Hi, I'm new to the forum. I am 41 yrs old and was diagnosed with hashimotos and hypothyroidism 3 years ago. I've been on levoxyl since that time.

I go in every 6 weeks for blood tests to check my TSH level and it's never the same. The doctor changes by Levoxyl every time. I've had dosages from 50mcg up to 100mcg.

My thyroid blood tests TSH levels have been as high as 92.9, just a few weeks ago (while on 88mcg of levoxyl) which freaked out my doctor. But just the month before that, my TSH level went down too low to .0213 which has never happened before.

I feel like a crazy person, everytime they check me my levels seem to be different. My T-3 and T-4 are usually always normal.

Changing my dosage is driving me crazy. I've felt worse since going on medication 3 years ago and have more symptoms now then I did before I was diagnosed. I've gained weight, tried every diet and exercise plan and nothing ever comes off. I just want my energy back and to feel good again. I feel like I'm 91 instead of 41. My doctor offers no help and just tells me everyone is different. I'm going to try a naturopath doctor in a few weeks because I'm desperate to feel better, I don't want to live this way.

If anybody can relate or has any input please help!! Thanks!


----------



## ajr81 (Jul 15, 2008)

I am a 26 year old male with Hypothyroidism. I was first put on Synthroid 3 years ago and basically have not been on a consistant dose for more than 6 months. I have been on 50, 75, 88, 100, 112 and 125mcg. My TSH has not been nearly out of whack as yours, but it is usually between 7 and 10. I have been on 125mcg for about 4 months and got my TSH checked again today, but dont have the results yet. I also, for the first time, got my thyroid antibodies checked today as well. My sister has Hashimoto's so I thought I should see if I do too. T3 & T4 are always normal.

Anyway-yes, ALWAYS tired. I used to get up everyday and ride bike or roller blade. Now, I wake up feeling just as tired as when I went to bed the night before. I have developed an irregular heart beat, have very dry skin, and many of the other common hypo symptoms. It really sucks but I am finally going to see an endo in September. I hope he can give me some better answers. Good luck to you!


----------



## Tracey (Jul 16, 2008)

I have been newly diagnosed with Hashi's. I am a 37 yrs old with two kids. My GP tested my antibodies and they came back at 1,000 which she said I have had this for a while. I go to the endo on August 1. I feel the same way you do tired all the time. I have been diong alot of research and I refuse to be put on synthroid that stuff causes some really bad side effects. I found an endo that specializes in Armour thyroid which is a natural medication not synthetic. I have read lots of good reviews on this medication which causes little if no side effects. You can go on there website and find a doctor who works with Armour that is what I did. I will post back after I start the medication and let you know how it is working.


----------



## GD Women (Mar 5, 2007)

Armour is not a 100% natural.

Armour has active ingredients and inactive ingredients.

The active ingredient is pig or beef thyroid which is natural although unstable.

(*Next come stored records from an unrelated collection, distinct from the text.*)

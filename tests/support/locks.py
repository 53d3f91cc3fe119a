"""Other openers of a walk, for the lock tests: a live process, a dead one, and a lock file
naming either (the holder is "dana" with the app, on this computer unless told otherwise)."""

from __future__ import annotations

import socket
import subprocess
import sys
from datetime import datetime, timezone

from gaugewalk.model.walkfile.lock import LockHolder, lock_path


def live_process() -> subprocess.Popen:
    """A process of our own that stays alive until killed: stands in for another opener."""
    return subprocess.Popen([sys.executable, "-c", "import time; time.sleep(60)"])


def dead_pid() -> int:
    """The process id of a process that has ended."""
    proc = subprocess.Popen([sys.executable, "-c", "pass"])
    proc.wait()
    return proc.pid


def write_lock(walk, pid: int, host: str | None = None, since: str | None = None) -> LockHolder:
    """Put a lock beside ``walk`` as the app of process ``pid`` would, written ``since`` (default:
    now; a lock written before its process started names a reused process id)."""
    if since is None:
        since = datetime.now(timezone.utc).replace(microsecond=0).isoformat()
    holder = LockHolder("dana", host or socket.gethostname(), pid, since, "gaugewalk app")
    lock_path(walk).write_text(holder.to_json())
    return holder
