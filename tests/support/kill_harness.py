"""Kill a process that is writing a walk (SIGKILL at a random moment) and check what is left.

Used by ``tests/walkfile/test_durability_kills.py`` (a few hundred trials) and
``bench/soak_saves.py`` (as many as asked). Processes are forked from the test process, which has
the model imported already, so a trial costs milliseconds, not an interpreter start;
``spawn=True`` runs the real command line in a fresh interpreter instead (slower, for the soak).

The walks are invented: "Quarry Road bottling plant", a 208Y/120 V service, two panels and a few
dozen branch runs.

Public API:

- ``walk_versions(count, runs=40) -> list[Job]``: distinct walks; version k differs from k+1.
- ``SaveKillTrials(folder, versions)``: ``.run(trials, rng, max_delay_s)`` kills a child that
  saves version after version with ``save_walk``; returns a ``KillReport``.
- ``CommandKillTrials(folder, argv_for, setup)``: the same for one command run
  (``gaugewalk add``/``merge``) killed part way; the file must be the old or the new content.
- ``KillReport``: ``trials``, ``torn`` (list of what was wrong), ``mid_save`` (kills that left a
  temporary file, i.e. landed inside a save), ``finished`` (the child finished before the kill).
"""

from __future__ import annotations

import os
import random
import signal
import subprocess
import sys
import time
from dataclasses import dataclass, field
from pathlib import Path

from gaugewalk.model.walk.job import Job
from gaugewalk.model.walkfile.atomic import backup_path
from gaugewalk.model.walkfile.read import loads_walk
from gaugewalk.model.walkfile.write import dumps_walk, save_walk
from tests.support.paths import REPO
from tests.support.walks import make_job, run_table, source_table

_LOADS = ("Filler conveyor", "Capper", "Labeller", "Case packer", "Palletiser", "Rinse pump",
          "Bottle warmer", "Lab bench", "Break room", "Office lights", "Dock door", "Compressor")


def walk_versions(count: int, runs: int = 40) -> list[Job]:
    """``count`` invented walks; version k has its own job notes and run lengths, so no two
    neighbours are equal. Each is a valid walk."""
    out = []
    for k in range(count):
        sources = [
            source_table("SVC", "service", name="Service"),
            source_table("LP1", "panel", name="Filling hall"),
            source_table("LP2", "panel", name="Warehouse"),
        ]
        items = [run_table("F1", "SVC", "LP1", f"{60 + k}+12"),
                 run_table("F2", "SVC", "LP2", f"{140 + k}")]
        for i in range(runs):
            items.append(run_table(
                f"R{i + 1}", "LP1" if i % 2 else "LP2",
                f"{_LOADS[i % len(_LOADS)]} {i // len(_LOADS) + 1}",
                f"{30 + (i * 7 + k) % 90}+2*{6 + i % 4}",
                load=(4 + (i * 3 + k) % 16, "A"), notes=f"walked in pass {k}, stop {i}",
            ))
        out.append(make_job("Quarry Road bottling plant", notes=f"version {k}", sources=sources,
                            runs=items))
    return out


@dataclass
class KillReport:
    trials: int = 0
    torn: list[str] = field(default_factory=list)
    mid_save: int = 0
    finished: int = 0
    new_content: int = 0
    delays_s: list[float] = field(default_factory=list)

    def line(self, what: str) -> str:
        return (f"{what}: {self.trials} kills, {len(self.torn)} torn or wrong, {self.mid_save} "
                f"landed inside a save (temp file left), {self.new_content} left the new content, "
                f"{self.finished} finished before the kill")


def _leftovers(folder: Path, name: str) -> list[Path]:
    """Temporary files a save leaves when killed part way (``.NAME.*.tmp`` / ``.bak``)."""
    return [p for p in folder.iterdir()
            if p.name.startswith(f".{name}.") and p.name.endswith((".tmp", ".bak"))]


def _read(path: Path) -> bytes | None:
    try:
        return path.read_bytes()
    except FileNotFoundError:
        return None


def _kill(pid: int) -> None:
    try:
        os.kill(pid, signal.SIGKILL)
    except ProcessLookupError:
        pass


RUNNING = (0).to_bytes(8, "little")
"""What a save child writes to its pipe before its first save (versions reported are 2 and up)."""


class SaveKillTrials:
    """A child saves versions k+1, k+2, ... of the walk in a loop and writes each finished k to a
    pipe; it is killed after a random delay counted from its first turn (a marker it writes
    first). After the kill, with d the last version reported: the file is version d or d+1 and
    parses to that Job; the backup is version d-1 or d (d when the file is d+1) and parses."""

    def __init__(self, folder: Path, versions: list[Job]) -> None:
        self.folder = Path(folder)
        self.path = self.folder / "walk.toml"
        self.jobs = versions
        self.texts = [dumps_walk(j).encode("utf-8") for j in versions]
        self.n = len(versions)
        save_walk(self.jobs[0], self.path)
        save_walk(self.jobs[1], self.path)
        self.current = 1  # the file holds version 1, its backup version 0

    def _child(self, start: int, fd: int) -> None:
        try:
            os.write(fd, RUNNING)  # the parent's random delay starts once the child runs
            k = start
            while True:
                k += 1
                save_walk(self.jobs[k % self.n], self.path)
                os.write(fd, k.to_bytes(8, "little"))
        finally:
            os._exit(3)

    def _check(self, d: int, report: KillReport) -> None:
        file = _read(self.path)
        back = _read(backup_path(self.path))
        here, nxt, prev = (self.texts[(d + i) % self.n] for i in (0, 1, -1))
        if file == nxt:
            ok_back = back == here
            self.current = d + 1
        elif file == here:
            ok_back = back in (prev, here)
            self.current = d
        else:
            report.torn.append(f"trial {report.trials}: walk.toml is neither version {d} nor "
                               f"{d + 1} ({'missing' if file is None else f'{len(file)} bytes'})")
            return
        if not ok_back:
            report.torn.append(f"trial {report.trials}: walk.toml~ is not a whole earlier "
                               f"version ({'missing' if back is None else f'{len(back)} bytes'})")
        # whole means it reads back as a walk, equal to the version it claims to be
        if loads_walk(file.decode("utf-8"), self.path) != self.jobs[self.current % self.n]:
            report.torn.append(f"trial {report.trials}: walk.toml does not read back equal")
        if back is not None:
            loads_walk(back.decode("utf-8"), backup_path(self.path))

    def run(self, trials: int, rng: random.Random, max_delay_s: float = 0.03) -> KillReport:
        report = KillReport()
        for _ in range(trials):
            for left in _leftovers(self.folder, self.path.name):
                left.unlink()
            start = self.current
            r, w = os.pipe()
            pid = os.fork()
            if pid == 0:
                os.close(r)
                self._child(start, w)
            os.close(w)
            # on a busy machine a forked child may wait tens of milliseconds for its first turn;
            # timed from the fork, the kills would then mostly land before any save began
            data = os.read(r, len(RUNNING))
            delay = rng.uniform(0.0, max_delay_s)
            report.delays_s.append(delay)
            time.sleep(delay)
            _kill(pid)
            os.waitpid(pid, 0)
            data = data[len(RUNNING):]
            while chunk := os.read(r, 4096):
                data += chunk
            os.close(r)
            whole = len(data) // 8 * 8
            done = [int.from_bytes(data[i:i + 8], "little") for i in range(0, whole, 8)]
            d = done[-1] if done else start
            report.trials += 1
            if _leftovers(self.folder, self.path.name):
                report.mid_save += 1
            self._check(d, report)
        return report


class CommandKillTrials:
    """Run one command that rewrites ``target`` (``gaugewalk add``, ``merge``) and kill it part
    way. Before each trial ``target`` holds ``old`` and its backup ``old_backup``; after it,
    ``target`` must hold ``old`` or ``new`` (what a finished run writes, found by running it to
    the end first) and the backup must be whole: ``old`` when the file is ``new``.

    The kills come in turn in three kinds, each at a random moment: anywhere in the run (timed
    from three runs to the end), in the last quarter of the time before the rename that puts the
    new file in place (aimed at the save), and after that rename is seen, within what the run
    has left (its lock release and its message). The third kind is timed from the rename
    itself, not from the clock, so a slower machine still gives kills on both sides of it."""

    def __init__(self, folder: Path, target: Path, argv: list[str], old: bytes,
                 old_backup: bytes, *, spawn: bool = False) -> None:
        self.folder = Path(folder)
        self.target = Path(target)
        self.argv = argv
        self.old = old
        self.old_backup = old_backup
        self.spawn = spawn
        times, replaced_at = [], []
        for _ in range(3):
            before = self._reset()
            started = time.perf_counter()
            child = self._start()
            seen = self._watch(child, before, started, stop_at_rename=False)
            times.append(time.perf_counter() - started)
            if seen is not None:
                replaced_at.append(seen)
            status = self._wait(child)
            if status != 0:
                break
        self.duration_s = sorted(times)[len(times) // 2]
        self.replaced_at_s = sorted(replaced_at)[len(replaced_at) // 2] if replaced_at else None
        if status != 0:
            raise RuntimeError(f"{' '.join(argv)} did not succeed on the untouched walk ({status})")
        new = _read(self.target)
        if new is None or new == old:
            raise RuntimeError(f"{' '.join(argv)} did not change {self.target.name}")
        self.new = new

    def _reset(self) -> int:
        """Put the old file and backup back; return the file's inode."""
        for left in _leftovers(self.folder, self.target.name):
            left.unlink()
        # a save killed between its two renames leaves the file and its backup as one inode
        # (hard links): unlink first, so writing one does not write the other
        for path, data in ((self.target, self.old), (backup_path(self.target), self.old_backup)):
            path.unlink(missing_ok=True)
            path.write_bytes(data)
        return os.stat(self.target).st_ino

    def _start(self) -> int | subprocess.Popen:
        if self.spawn:
            return subprocess.Popen([sys.executable, "-m", "gaugewalk.tui.cli.main", *self.argv],
                                    cwd=REPO, stdout=subprocess.DEVNULL, stderr=subprocess.DEVNULL)
        pid = os.fork()
        if pid == 0:
            code = 3
            try:
                devnull = os.open(os.devnull, os.O_WRONLY)
                os.dup2(devnull, 1)
                os.dup2(devnull, 2)
                from gaugewalk.tui.cli.main import main

                code = main(list(self.argv))
            finally:
                os._exit(code)
        return pid

    def _wait(self, child) -> int:
        if isinstance(child, subprocess.Popen):
            return child.wait()
        _, status = os.waitpid(child, 0)
        return os.waitstatus_to_exitcode(status)

    def _ended(self, child) -> bool:
        """Whether the child has ended (it is not reaped: ``_wait`` gives its status)."""
        if isinstance(child, subprocess.Popen):
            return child.poll() is not None
        return os.waitid(os.P_PID, child, os.WEXITED | os.WNOHANG | os.WNOWAIT) is not None

    def _watch(self, child, before: int, started: float, *, stop_at_rename: bool) -> float | None:
        """Poll until the child ends (or, with ``stop_at_rename``, until the new file is in
        place); return when the rename was seen [s after ``started``], None if it was not."""
        seen = None
        while True:
            if seen is None:
                try:
                    if os.stat(self.target).st_ino != before:
                        seen = time.perf_counter() - started
                        if stop_at_rename:
                            return seen
                except FileNotFoundError:
                    pass
            if self._ended(child):
                return seen
            time.sleep(0.0002)

    def run(self, trials: int, rng: random.Random) -> KillReport:
        report = KillReport()
        for n in range(trials):
            before = self._reset()
            started = time.perf_counter()
            child = self._start()
            replaced = self.replaced_at_s
            if replaced is not None and n % 3 == 2:  # after the rename, within what is left
                self._watch(child, before, started, stop_at_rename=True)
                delay = rng.uniform(0.0, max(self.duration_s - replaced, 0.0))
            elif replaced is not None and n % 3 == 1:  # aimed at the save: the last quarter
                delay = replaced * rng.uniform(0.75, 1.0)  # of the time before the rename
            else:  # anywhere in the run, or just after it
                delay = rng.uniform(0.0, self.duration_s * 1.1)
            time.sleep(delay)
            report.delays_s.append(time.perf_counter() - started)
            pid = child.pid if isinstance(child, subprocess.Popen) else child
            _kill(pid)
            status = self._wait(child)
            report.trials += 1
            if status == 0:
                report.finished += 1
            if _leftovers(self.folder, self.target.name):
                report.mid_save += 1
            file = _read(self.target)
            back = _read(backup_path(self.target))
            if file == self.new:
                report.new_content += 1
                if back != self.old:
                    report.torn.append(f"trial {report.trials}: new file but the backup is not "
                                       "the old file")
            elif file == self.old:
                if back not in (self.old, self.old_backup):
                    report.torn.append(f"trial {report.trials}: old file but the backup is "
                                       "neither the old file nor the old backup")
            else:
                size = "missing" if file is None else f"{len(file)} bytes"
                report.torn.append(f"trial {report.trials}: {self.target.name} is neither the "
                                   f"old nor the new content ({size}, exit {status})")
                continue
            kept = self.new if file == self.new else self.old  # what the file holds
            loads_walk(kept.decode("utf-8"), self.target)
            if back is not None:
                loads_walk(back.decode("utf-8"), backup_path(self.target))
        return report
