"""Solid conductors: NEC Ch. 9 Table 8 lists them only for the small sizes."""

import pytest

from gaugewalk.model.engine.circuits import circuit_from_volts
from gaugewalk.model.engine.contract import RunSpec
from gaugewalk.model.engine.sizing import SizingError, evaluate

CIRCUIT_120 = circuit_from_volts(120, 1)


def test_a_fixed_solid_size_table_8_does_not_list_is_refused_by_name():
    # NEC 2023 Ch. 9 Table 8: solid copper is listed for 18 AWG to 8 AWG only.
    with pytest.raises(SizingError, match="no solid Cu 4 AWG"):
        evaluate(RunSpec(circuit=CIRCUIT_120, amps=30, length_ft=50, method="dc",
                         stranded=False, size="4 AWG"))


def test_solid_12_awg_uses_the_solid_resistance_of_table_8():
    # NEC 2023 Ch. 9 Table 8: 12 AWG Cu solid 1.93 ohm/kft at 75 C (stranded 1.98).
    # 2 x 16 A x 100 ft x 1.93 / 1000 = 6.176 V.
    r = evaluate(RunSpec(circuit=CIRCUIT_120, amps=16, length_ft=100, method="dc",
                         stranded=False, size="12 AWG"))
    assert r.voltage_drop_v == pytest.approx(6.176, abs=0.001)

Armour has inactive ingredients just the same as Levothyoxin T-4 (Synthroid/Levoxyl, etc.).

The active ingredients in Synthroid/Levoxyl, etc., is T-4 which is made exactly like the natural T-4 our body produces.

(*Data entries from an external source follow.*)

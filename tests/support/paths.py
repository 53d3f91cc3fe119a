"""Where the repository's files are, for tests that read them."""

from pathlib import Path

REPO = Path(__file__).resolve().parents[2]
SAMPLES = REPO / "sample_walks"
GOLDEN = REPO / "tests" / "golden"
SCHEMA = REPO / "model" / "walkfile" / "walk.schema.json"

If anyone has a reaction from thyroid medication it will be from the inactive ingredients, regardless if Armour, Synthroid/Levoxyl, etc. However, reaction issues are very rare.

A person would have more problems with Armour because pig/beef thyroid is more potent and unstable than Levothyroxin (T-4) medications due to
the T-4/T-3 ratio is much higher than human needs or human thyroid ratio.

When first taking Armour some feel better, but as time passes, they find that they are back to feeling bad like they did before taking it or in some cases even worse. Symptoms can be the same as for Levothyroxin (T-4).

Armour is an old fashion medication and was used before modern medication.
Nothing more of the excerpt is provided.